Lines with the string "last" in the data below: report how many there are, and write nothing but the number.
─── SUPPLIED INFORMATION ───
describe('cutters', () => {
  it('it takes a messy inch file and keeps fractions to the last digit', async () => {
    const file = cutterFile(
      'CA-1,Square EM,1/2,,1 1/4,3,1/2,4,Carbide,Norrhult,N-500,"$1,024.50"',
      'CA-2,Ball nose,.25,,.75,2 1/2,.25,2FL,HSS,Norrhult,N-250,18.5',
      'CA-3,Bull nose,3/8,0.03,1,3,3/8,4,Solid carbide,,,',
    )
    const done = await site.committed({ kind: 'cutters', unit: 'in', content: file })
    expect(done).toMatchObject({
      state: 'committed',
      rows: 3,
      rowsRead: 3,
      added: 3,
      rejectedCount: 0,
      rejected: [],
    })
    expect(await cutter('CA-1')).toMatchObject({
      form: 'square',
      cutting_diameter_mm: 12.7,
      length_of_cut_mm: 31.75,
      overall_length_mm: 76.2,
      flute_count: 4,
      substrate: 'carbide',
      maker: 'Norrhult',
      part_number: 'N-500',
      unit_cost_minor: '102450',
      version: 1,
    })
    expect(await cutter('CA-3')).toMatchObject({
      form: 'corner_radius',
      corner_radius_mm: 0.762,
      maker: null,
    })
  })

  it('it changes nothing when the same file comes again', async () => {
    const file = cutterFile('CB-1,Square,1/4,,3/4,2.5,1/4,3,Carbide,Norrhult,B-1,12')
    await site.committed({ kind: 'cutters', unit: 'in', content: file })
    const again = await site.committed({ kind: 'cutters', unit: 'in', content: file })
    expect(again).toMatchObject({ state: 'committed', added: 0, changed: 0, unchanged: 1, rejectedCount: 0 })
    expect(await cutter('CB-1')).toMatchObject({ version: 1 })
  })

  it('it leaves a value alone where the cell is blank, and raises the version of what changes', async () => {
    await site.committed({
      kind: 'cutters',
      unit: 'in',
      content: cutterFile('CC-1,Square,1/4,,3/4,2.5,1/4,3,Carbide,Norrhult,C-1,12'),
    })
    const checked = await site.checked({
      kind: 'cutters',
      unit: 'in',
      content: cutterFile('cc-1,,,,,3,,,,,,'),
    })
    expect(checked).toMatchObject({ added: 0, changed: 1, unchanged: 0 })
    const { rows } = await import('@/server/services/imports/list-imports').then(({ listImportRows }) =>
      listImportRows(checked.id, { limit: 100, outcome: 'changed' }),
    )
    expect(rows[0]?.changes).toEqual([
      { field: 'code', before: 'CC-1', after: 'cc-1' },
      { field: 'overallLengthMm', before: 63.5, after: 76.2 },
    ])
    await site.commit(checked.id)
    await site.apply(checked.id)
    const after = await cutter('cc-1')
    expect(after).toMatchObject({ overall_length_mm: 76.2, cutting_diameter_mm: 6.35, part_number: 'C-1' })
    expect(Number(after.version)).toBeGreaterThan(1)
  })

  it('it matches by maker and part number where no item has the code', async () => {
    await site.committed({
      kind: 'cutters',
      unit: 'in',
      content: cutterFile('CD-1,Square,1/4,,3/4,2.5,1/4,3,Carbide,Norrhult,D-1,12'),
    })
    const without = await site.checked({
      kind: 'cutters',
      content: 'Mfg,Mfr P/N,OAL\nNORRHULT,d-1,70 mm\n',
    })
    expect(without).toMatchObject({ changed: 1, added: 0, rejectedCount: 0 })
  })

  it('it refuses a number that two items have, and says which', async () => {
    const twins = 'code,form,dc,apmx,oal,dmm,maker,part number\n'
    await site.committed({ kind: 'cutters', content: `${twins}CE-1,square,6,12,57,6,Elvered,E-1\n` })
    // The shop made the second one by hand.
    const [twin] = await site
      .db('items')
      .insert({ kind: 'cutter', code: 'CE-2', maker: 'Elvered', part_number: 'E-1' })
      .returning('id')
    const geometry = { form: 'square', cutting_diameter_mm: 6, length_of_cut_mm: 12, shank_diameter_mm: 6 }
    await site.db('cutters').insert({ item_id: twin.id, ...geometry, overall_length_mm: 57 })
    const checked = await site.checked({
      kind: 'cutters',
      content: 'maker,part number,oal\nElvered,E-1,60\n',
    })
    expect(checked.rejected).toEqual([
      {
        line: 2,
        column: 'part number',
        value: 'E-1',
        message: '2 items are Elvered E-1 (CE-1, CE-2). Give the own code.',
        further: [],
      },
    ])
  })

  it('it refuses what cannot be, with line, column, value and reason, and everything wrong in a row at once', async () => {
    const file = cutterFile(
      'CF-1,Square,1/4,,3/4,2.5,1/4,3,Carbide,,,',
      'CF-2,Bull nose,1/2,0.3,1,3,1/2,4,Carbide,,,',
      'CF-3,Square,big,,x,3,1/2,4,Carbide,,,',
      ',Square,1/2,,1,3,1/2,4,Carbide,,,',
      'CF-5,Center drill,1/2,,1,3,1/2,4,Carbide,,,',
      'CF-6,Square,1/2,,4,3,1/2,4,Carbide,,,',
      'CF-7,Square,,,1,3,1/2,4,Carbide,,,',
    )
    const checked = await site.checked({ kind: 'cutters', unit: 'in', content: file })
    expect(checked).toMatchObject({ added: 1, rejectedCount: 6, rows: 7 })
    expect(checked.rejected.map(({ line, column, value }) => [line, column, value])).toEqual([
      [3, 'Corner Rad.', '0.3'],
      [4, 'Dia (in)', 'big'],
      [5, 'Tool #', ''],
      [6, 'Type', 'Center drill'],
      [7, 'LOC', '4'],
      [8, 'Dia (in)', ''],
    ])
    expect(checked.rejected[1]?.further.map(({ column }) => column)).toEqual(['LOC'])
    expect(checked.rejected[0]?.message).toBe('The corner radius is more than half the cutting diameter.')
  })

  it('it refuses rows of one code, one number or one item, each naming the other line', async () => {
    await site.committed({
      kind: 'cutters',
      unit: 'in',
      content: cutterFile('CG-1,Square,1/4,,3/4,2.5,1/4,3,Carbide,Gimmel,G-1,'),
    })
    const file = cutterFile(
      'CG-2,Square,1/4,,3/4,2.5,1/4,3,Carbide,,,',
      'cg-2,Square,1/4,,3/4,3,1/4,3,Carbide,,,',
      'CG-3,Square,1/4,,3/4,2.5,1/4,3,Carbide,Gimmel,G-9,',
      'CG-4,Square,1/4,,3/4,3,1/4,3,Carbide,gimmel,g-9,',
      'CG-1,Square,1/4,,3/4,2.75,1/4,3,Carbide,,,',
      ',,,,,2.75,,,,Gimmel,G-1,',
    )
    const checked = await site.checked({ kind: 'cutters', unit: 'in', content: file })
    expect(checked.rejected.map(({ line, message }) => [line, message])).toEqual([
      [2, 'Line 3 gives the same code.'],
      [3, 'Line 2 gives the same code.'],
      [4, 'Line 5 gives the same maker and part number.'],
      [5, 'Line 4 gives the same maker and part number.'],
      [6, 'Line 7 gives the same code.'],
      [7, 'Line 6 gives the same code.'],
    ])
  })

  it('it refuses an archived item and one of another kind', async () => {
    await site.db('items').insert({ kind: 'cutter', code: 'CH-1', archived_at: site.db.fn.now() })
    await site.db('items').insert({ kind: 'accessory', code: 'CH-2' })
    const row = ',square,6,12,57,6\n'
    const content = `code,form,dc,apmx,oal,dmm\nCH-1${row}CH-2${row}`
    const checked = await site.checked({ kind: 'cutters', content })
    expect(checked.rejected.map(({ message }) => message)).toEqual([
      'CH-1 is archived. Restore it first, or use another code.',
      'An item of another kind (accessory) has this code or number.',
    ])
  })

  it('it stops at rejects unless told to skip them, and leaves nothing half done', async () => {
    const file = cutterFile(
      'CI-1,Square,1/4,,3/4,2.5,1/4,3,Carbide,,,',
      'CI-2,Square,1/4,,9,2.5,1/4,3,Carbide,,,',
    )
    const before = site.storedFiles()
    const { id } = await site.checked({ kind: 'cutters', unit: 'in', content: file })
    await expect(site.commit(id)).rejects.toMatchObject({ code: 'import-has-rejects' })
    expect(await cutter('CI-1')).toBeUndefined()
    await site.commit(id, 'skip')
    await site.apply(id)
    expect(await site.get(id)).toMatchObject({ state: 'committed', added: 1, rejectedCount: 1 })
    expect(await cutter('CI-1')).toBeDefined()
    expect(await cutter('CI-2')).toBeUndefined()
    expect(site.storedFiles()).toEqual(before)
  })

  it('it writes one audit entry an import', async () => {
    const { id } = await site.committed({
      kind: 'cutters',
      unit: 'in',
      content: cutterFile('CJ-1,Square,1/4,,3/4,2.5,1/4,3,Carbide,,,', 'CJ-2,Square,1/4,,3/4,2.5,1/4,3,,,,'),
    })
    const entries = await site.db('audit_entries').where({ entity: 'import', entity_id: id })
    expect(entries).toHaveLength(1)
    expect(entries[0]).toMatchObject({
      actor_id: site.actor.id,
      action: 'import-committed',
      after: { added: 2 },
    })
  })

  it('it reads a unit from cell, heading, a column of the row and the file, in this order', async () => {
    const content = [
      'Code,Type,Dia,LOC (mm),OAL,Shank,Units',
      'CK-1,square,1/2,25.4,3,.5,in',
      'CK-2,square,10,20,72,10,mm',
      'CK-3,square,.5 in,25.4,76.2,12.7,',
    ].join('\n')
    await site.committed({ kind: 'cutters', unit: 'mm', content })
    expect(await cutter('CK-1')).toMatchObject({
      cutting_diameter_mm: 12.7,
      length_of_cut_mm: 25.4,
      overall_length_mm: 76.2,
    })
    expect(await cutter('CK-2')).toMatchObject({
      cutting_diameter_mm: 10,
      length_of_cut_mm: 20,
      overall_length_mm: 72,
    })
    expect(await cutter('CK-3')).toMatchObject({ cutting_diameter_mm: 12.7, overall_length_mm: 76.2 })
  })
})

describe('a mapping', () => {
  const strange = 'Nummer,Was,Dick,Schnitt,Lang,Schaft\n'

  it('it is set, kept by the shop at the commit, and known the next time', async () => {
    const mapping = {
      Nummer: 'code',
      Was: 'form',
      Dick: { field: 'cuttingDiameterMm', unit: 'in' },
      Schnitt: 'lengthOfCutMm',
      Lang: 'overallLengthMm',
      Schaft: 'shankDiameterMm',
    }
    const first = await site.checked({
      kind: 'cutters',
      mapping,
      content: `${strange}M-1,square,1,30,100,25.4\n`,
    })
    expect(first).toMatchObject({ added: 1, rejectedCount: 0 })
    expect(first.columns.map(({ origin }) => origin)).toEqual(Array(6).fill('set'))
    const before = await site.checked({ kind: 'cutters', content: `${strange}M-2,square,1,30,100,25.4\n` })
    expect(before.columns.filter(({ origin }) => origin === 'kept')).toEqual([])
    await site.commit(first.id)
    await site.apply(first.id)
    const next = await site.checked({ kind: 'cutters', content: `${strange}M-2,square,1,30,100,25.4\n` })
    expect(next).toMatchObject({ added: 1, rejectedCount: 0 })
    expect(next.columns.map(({ origin }) => origin)).toEqual(Array(6).fill('kept'))
    expect(next.columns[2]).toMatchObject({ field: 'cuttingDiameterMm', unit: 'in' })
  })

  it('it can be changed after the check, and the file is checked again by it', async () => {
    const { id } = await site.checked({
      kind: 'cutters',
      content: 'Zeug,form,dc,apmx,oal,dmm\nN-1,square,6,12,57,6\n',
    })
    expect(await site.get(id)).toMatchObject({ rejectedCount: 1 })
    await site.recheck(id, { mapping: { Zeug: 'code' } })
    expect(await site.get(id)).toMatchObject({ state: 'reading', rejected: [] })
    await site.check(id)
    expect(await site.get(id)).toMatchObject({ state: 'checked', added: 1, rejectedCount: 0 })
  })

  it('it is refused at the upload where the file has no such column', async () => {
    const upload = { kind: 'cutters' as const, content: 'a,b\n1,2\n', mapping: { c: 'code' } }
    await expect(site.upload(upload)).rejects.toMatchObject({
      code: 'wrong-shape',
      options: { errors: [{ path: 'mapping.c', message: 'The file has no column “c”.' }] },
    })
  })
})

describe('the reject file', () => {
  it('it holds the rows as they stood, with the reason last, safe in a spreadsheet and readable again', async () => {
    const content = [
      'Code,Form,DC,APMX,OAL,DMM,Description,Note',
      '-X1,square,-5,12,57,6,"=HYPERLINK(""x"")",+1',
      '@X2,square,=1+1,12,57,6,"two ""words""",-3',
    ].join('\n')
    const { id } = await site.checked({ kind: 'cutters', content })
    expect(await site.rejects(id)).toBe(
      [
        'Code,Form,DC,APMX,OAL,DMM,Description,Note,Reason',
        `'-X1,square,-5,12,57,6,"'=HYPERLINK(""x"")",'+1,DC: A length can't be negative.`,
        `'@X2,square,'=1+1,12,57,6,"two ""words""",'-3,"DC: “=1+1” is not a length. Write it like 3.175 mm, 0.125 in or 1/8."`,
        '',
      ].join('\r\n'),
    )
    const corrected = (await site.rejects(id)).replace(',-5,', ',5,').replace(",'=1+1,", ',5,')
    const again = await site.committed({ kind: 'cutters', content: corrected })
    expect(again).toMatchObject({ added: 2, rejectedCount: 0 })
    expect(await cutter('-X1')).toMatchObject({ description: '=HYPERLINK("x")' })
  })
})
───
COMPLETED TASK:
2